WHAT TO WORK ON -
Although the data below holds other lines too, output only those from the line with "colour at (x, y)." up to and including the line with "let distance = (px", exactly as they appear.
======== EXCERPTED RECORDS ========
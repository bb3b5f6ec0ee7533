//! A small raster canvas for the contour pictures: filled rectangles, lines of any width
//! and dashes, discs and rings with smoothed edges (coverage from the distance to the
//! shape, common practice), text from the bundled font, and PNG encoding.
//!
//! The font is Liberation Sans Regular, bundled in `service/assets/fonts/` with its
//! licence (SIL Open Font License 1.1), so pictures look the same on every machine and
//! need no fonts installed.

use ab_glyph::{Font, FontRef, PxScale, ScaleFont};

/// The bundled font file.
const FONT_BYTES: &[u8] = include_bytes!("../../../assets/fonts/LiberationSans-Regular.ttf");

/// An RGB colour.
pub type Rgb = [u8; 3];

/// White.
pub const WHITE: Rgb = [255, 255, 255];
/// Black.
pub const BLACK: Rgb = [0, 0, 0];

/// A picture being drawn: RGB pixels, row by row from the top.
#[derive(Debug, Clone)]
pub struct Canvas {
    /// Width in pixels.
    pub width: u32,
    /// Height in pixels.
    pub height: u32,
    /// The pixels.
    pub pixels: Vec<Rgb>,
}

/// Text measured and rasterised: coverage from 0 to 1 per pixel.
struct TextMask {
    width: usize,
    height: usize,
    coverage: Vec<f32>,
}

/// How text stands against the point it is placed at.
#[derive(Debug, Clone, Copy, PartialEq, Eq)]
pub enum Anchor {
    /// The point is the text's left end, at its middle height.
    Left,
    /// The point is the text's middle.
    Centre,
    /// The point is the text's right end, at its middle height.
    Right,
}

fn font() -> FontRef<'static> {
    FontRef::try_from_slice(FONT_BYTES).expect("the bundled font parses")
}

/// The width in pixels of `text` at `size` pixels.
pub fn text_width(text: &str, size: f32) -> f32 {
    let font = font();
    let scaled = font.as_scaled(PxScale::from(size));
    let mut width = 0.0;
    let mut previous = None;
    for c in text.chars() {
        let id = scaled.glyph_id(c);
        if let Some(before) = previous {
            width += scaled.kern(before, id);
        }
        width += scaled.h_advance(id);
        previous = Some(id);
    }
    width
}

fn text_mask(text: &str, size: f32) -> TextMask {
    let font = font();
    let scaled = font.as_scaled(PxScale::from(size));
    let ascent = scaled.ascent();
    let height = (scaled.ascent() - scaled.descent()).ceil() as usize + 2;
    let width = text_width(text, size).ceil() as usize + 2;
    let mut coverage = vec![0.0f32; width * height];
    let mut x = 1.0;
    let mut previous = None;
    for c in text.chars() {
        let id = scaled.glyph_id(c);
        if let Some(before) = previous {
            x += scaled.kern(before, id);
        }
        let glyph = id.with_scale_and_position(PxScale::from(size), ab_glyph::point(x, 1.0 + ascent));
        if let Some(outlined) = font.outline_glyph(glyph) {
            let bounds = outlined.px_bounds();
            outlined.draw(|gx, gy, value| {
                let px = bounds.min.x as i64 + i64::from(gx);
                let py = bounds.min.y as i64 + i64::from(gy);
                if px >= 0 && py >= 0 && (px as usize) < width && (py as usize) < height {
                    let cell = &mut coverage[py as usize * width + px as usize];
                    *cell = (*cell + value).min(1.0);
                }
            });
        }
        x += scaled.h_advance(id);
        previous = Some(id);
    }
    TextMask {
        width,
        height,
        coverage,
    }
}

impl Canvas {
    /// A canvas of one colour.
    pub fn new(width: u32, height: u32, background: Rgb) -> Self {
        Self {
            width,
            height,
            pixels: vec![background; width as usize * height as usize],
        }
    }

    /// Mixes `colour` into the pixel at (x, y) by `alpha` (0 to 1); outside, nothing.
    pub fn blend(&mut self, x: i64, y: i64, colour: Rgb, alpha: f32) {
        if x < 0 || y < 0 || x >= i64::from(self.width) || y >= i64::from(self.height) || alpha <= 0.0 {
            return;
        }
        let pixel = &mut self.pixels[y as usize * self.width as usize + x as usize];
        let alpha = alpha.min(1.0);
        for channel in 0..3 {
            let mixed = f32::from(pixel[channel]) * (1.0 - alpha) + f32::from(colour[channel]) * alpha;
            pixel[channel] = mixed.round().clamp(0.0, 255.0) as u8;
        }
    }

    /// The colour at (x, y).
    pub fn pixel(&self, x: u32, y: u32) -> Rgb {
        self.pixels[y as usize * self.width as usize + x as usize]
    }

    /// Fills the pixels whose centres lie in `[x0, x1) × [y0, y1)`.
    pub fn fill_rect(&mut self, x0: f64, y0: f64, x1: f64, y1: f64, colour: Rgb) {
        let (left, right) = (x0.round().max(0.0) as i64, x1.round().min(f64::from(self.width)) as i64);
        let (top, bottom) = (
            y0.round().max(0.0) as i64,
            y1.round().min(f64::from(self.height)) as i64,
        );
        for y in top..bottom {
            for x in left..right {
                self.pixels[y as usize * self.width as usize + x as usize] = colour;
            }
        }
    }

    /// A straight line `width` pixels wide with smoothed edges and round ends.
    pub fn line(&mut self, from: (f64, f64), to: (f64, f64), width: f64, colour: Rgb) {
        let half = width / 2.0;
        let reach = half + 1.0;
        let (left, right) = (from.0.min(to.0) - reach, from.0.max(to.0) + reach);
        let (top, bottom) = (from.1.min(to.1) - reach, from.1.max(to.1) + reach);
        let (dx, dy) = (to.0 - from.0, to.1 - from.1);
        let length_sq = dx * dx + dy * dy;
        for y in top.floor() as i64..=bottom.ceil() as i64 {
            for x in left.floor() as i64..=right.ceil() as i64 {
                let (px, py) = (x as f64 + 0.5, y as f64 + 0.5);
                let t = if length_sq > 0.0 {
                    (((px - from.0) * dx + (py - from.1) * dy) / length_sq).clamp(0.0, 1.0)
                } else {
                    0.0
                };
                let distance = (px - from.0 - t * dx).hypot(py - from.1 - t * dy);
                let coverage = (half + 0.5 - distance).clamp(0.0, 1.0);
                if coverage > 0.0 {
                    self.blend(x, y, colour, coverage as f32);
                }
            }
        }
    }

    /// A dashed line: `dash` pixels drawn, `gap` pixels left, from `from`.
    pub fn dashed_line(&mut self, from: (f64, f64), to: (f64, f64), width: f64, colour: Rgb, dash: f64, gap: f64) {
        let length = (to.0 - from.0).hypot(to.1 - from.1);
        if length <= 0.0 {
            return;
        }
        let mut at = 0.0;
        while at < length {
            let end = (at + dash).min(length);
            let point = |s: f64| {
                (
                    from.0 + (to.0 - from.0) * s / length,
                    from.1 + (to.1 - from.1) * s / length,
                )
            };
            self.line(point(at), point(end), width, colour);
            at = end + gap;
        }
    }

    /// A filled disc with a smoothed edge.
    pub fn disc(&mut self, centre: (f64, f64), radius: f64, colour: Rgb) {
        self.ring_or_disc(centre, radius, None, colour);
    }

    /// A circle's outline `width` pixels wide, centred on `radius`.
    pub fn ring(&mut self, centre: (f64, f64), radius: f64, width: f64, colour: Rgb) {
        self.ring_or_disc(centre, radius, Some(width), colour);
    }

    fn ring_or_disc(&mut self, centre: (f64, f64), radius: f64, width: Option<f64>, colour: Rgb) {
        let reach = radius + width.unwrap_or(0.0) + 1.0;
        for y in (centre.1 - reach).floor() as i64..=(centre.1 + reach).ceil() as i64 {
            for x in (centre.0 - reach).floor() as i64..=(centre.0 + reach).ceil() as i64 {
                let distance = (x as f64 + 0.5 - centre.0).hypot(y as f64 + 0.5 - centre.1);
                let coverage = match width {
                    None => radius + 0.5 - distance,
                    Some(width) => width / 2.0 + 0.5 - (distance - radius).abs(),
                };
                if coverage > 0.0 {
                    self.blend(x, y, colour, coverage.min(1.0) as f32);
                }
            }
        }
    }

    /// Writes `text` at `size` pixels, placed by `anchor` at (x, y); returns the box it
    /// covers (left, top, right, bottom). `upright` turns it a quarter to read upwards
    /// (for a vertical axis title), the anchor then running along the vertical.
    pub fn text(
        &mut self,
        text: &str,
        at: (f64, f64),
        size: f32,
        anchor: Anchor,
        colour: Rgb,
        upright: bool,
    ) -> (f64, f64, f64, f64) {
        let mask = text_mask(text, size);
        let (w, h) = (mask.width as f64, mask.height as f64);
        let along = match anchor {
            Anchor::Left => 0.0,
            Anchor::Centre => w / 2.0,
            Anchor::Right => w,
        };
        if !upright {
            let (left, top) = ((at.0 - along).round(), (at.1 - h / 2.0).round());
            for y in 0..mask.height {
                for x in 0..mask.width {
                    let value = mask.coverage[y * mask.width + x];
                    if value > 0.0 {
                        self.blend(left as i64 + x as i64, top as i64 + y as i64, colour, value);
                    }
                }
            }
            (left, top, left + w, top + h)
        } else {
            // Turned a quarter anticlockwise: the text's x runs up the picture.
            let (left, bottom) = ((at.0 - h / 2.0).round(), (at.1 + along).round());
            for y in 0..mask.height {
                for x in 0..mask.width {
                    let value = mask.coverage[y * mask.width + x];
                    if value > 0.0 {
                        self.blend(left as i64 + y as i64, bottom as i64 - x as i64, colour, value);
                    }
                }
            }
            (left, bottom - w, left + h, bottom)
        }
    }

    /// The picture as a PNG file (8-bit RGB, fast compression).
    pub fn to_png(&self) -> Vec<u8> {
        let mut out = Vec::new();
        let mut encoder = png::Encoder::new(&mut out, self.width, self.height);
        encoder.set_color(png::ColorType::Rgb);
        encoder.set_depth(png::BitDepth::Eight);
        encoder.set_compression(png::Compression::Fast);
        let data: Vec<u8> = self.pixels.iter().flatten().copied().collect();
        // Writing to memory cannot fail for a size that matches the data.
        if let Ok(mut writer) = encoder.write_header() {
            let _ = writer.write_image_data(&data);
        }
        out
    }
}

/// The colour scale of the filled bands, from the lowest predicted response (dark slate
/// blue) through teal and sage to pale straw (highest): our own choice, with a lightness
/// that rises steadily so that the bands stay in order when printed in grey.
const SCALE: [Rgb; 5] = [
    [0x26, 0x2A, 0x5C],
    [0x2C, 0x63, 0x86],
    [0x4B, 0x95, 0x86],
    [0xA6, 0xC2, 0x84],
    [0xF4, 0xEE, 0xC4],
];

/// The colour at `t` from 0 (lowest) to 1 (highest) on the scale.
pub fn scale_colour(t: f64) -> Rgb {
    let t = if t.is_finite() { t.clamp(0.0, 1.0) } else { 0.0 };
    let position = t * (SCALE.len() - 1) as f64;
    let index = (position.floor() as usize).min(SCALE.len() - 2);
    let within = position - index as f64;
    let (a, b) = (SCALE[index], SCALE[index + 1]);
    let mut colour = [0u8; 3];
    for channel in 0..3 {
        colour[channel] =
            (f64::from(a[channel]) + (f64::from(b[channel]) - f64::from(a[channel])) * within).round() as u8;
    }
    colour
}

/// The grey a printer makes of `colour`: its luma (ITU-R BT.601 weights, common practice).
pub fn grey_of(colour: Rgb) -> f64 {
    0.299 * f64::from(colour[0]) + 0.587 * f64::from(colour[1]) + 0.114 * f64::from(colour[2])
}

#[cfg(test)]
mod tests {
    use super::*;

    #[test]
    fn the_scale_grows_lighter_all_the_way() {
        let mut last = -1.0;
        for step in 0..=100 {
            let grey = grey_of(scale_colour(f64::from(step) / 100.0));
            assert!(grey > last, "step {step}: {grey} after {last}");
            last = grey;
        }
        // Ten bands stay at least 12 grey levels apart (of 255).
        for band in 0..9 {
            let (a, b) = (f64::from(band) / 9.0, f64::from(band + 1) / 9.0);
            assert!(grey_of(scale_colour(b)) - grey_of(scale_colour(a)) > 12.0);
        }
    }

    #[test]
    fn text_is_drawn_from_the_bundled_font() {
        let mut canvas = Canvas::new(200, 60, WHITE);
        let (left, _, right, _) = canvas.text("Temperature", (100.0, 30.0), 20.0, Anchor::Centre, BLACK, false);
        assert!(right - left > 80.0 && right - left < 140.0, "{left}..{right}");
        let dark = canvas.pixels.iter().filter(|pixel| pixel[0] < 128).count();
        assert!(dark > 100, "{dark} dark pixels");
    }
}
========
FINISHED TASK -
    /// The colour at (x, y).
    pub fn pixel(&self, x: u32, y: u32) -> Rgb {
        self.pixels[y as usize * self.width as usize + x as usize]
    }

    /// Fills the pixels whose centres lie in `[x0, x1) × [y0, y1)`.
    pub fn fill_rect(&mut self, x0: f64, y0: f64, x1: f64, y1: f64, colour: Rgb) {
        let (left, right) = (x0.round().max(0.0) as i64, x1.round().min(f64::from(self.width)) as i64);
        let (top, bottom) = (
            y0.round().max(0.0) as i64,
            y1.round().min(f64::from(self.height)) as i64,
        );
        for y in top..bottom {
            for x in left..right {
                self.pixels[y as usize * self.width as usize + x as usize] = colour;
            }
        }
    }

    /// A straight line `width` pixels wide with smoothed edges and round ends.
    pub fn line(&mut self, from: (f64, f64), to: (f64, f64), width: f64, colour: Rgb) {
        let half = width / 2.0;
        let reach = half + 1.0;
        let (left, right) = (from.0.min(to.0) - reach, from.0.max(to.0) + reach);
        let (top, bottom) = (from.1.min(to.1) - reach, from.1.max(to.1) + reach);
        let (dx, dy) = (to.0 - from.0, to.1 - from.1);
        let length_sq = dx * dx + dy * dy;
        for y in top.floor() as i64..=bottom.ceil() as i64 {
            for x in left.floor() as i64..=right.ceil() as i64 {
                let (px, py) = (x as f64 + 0.5, y as f64 + 0.5);
                let t = if length_sq > 0.0 {
                    (((px - from.0) * dx + (py - from.1) * dy) / length_sq).clamp(0.0, 1.0)
                } else {
                    0.0
                };
                let distance = (px - from.0 - t * dx).hypot(py - from.1 - t * dy);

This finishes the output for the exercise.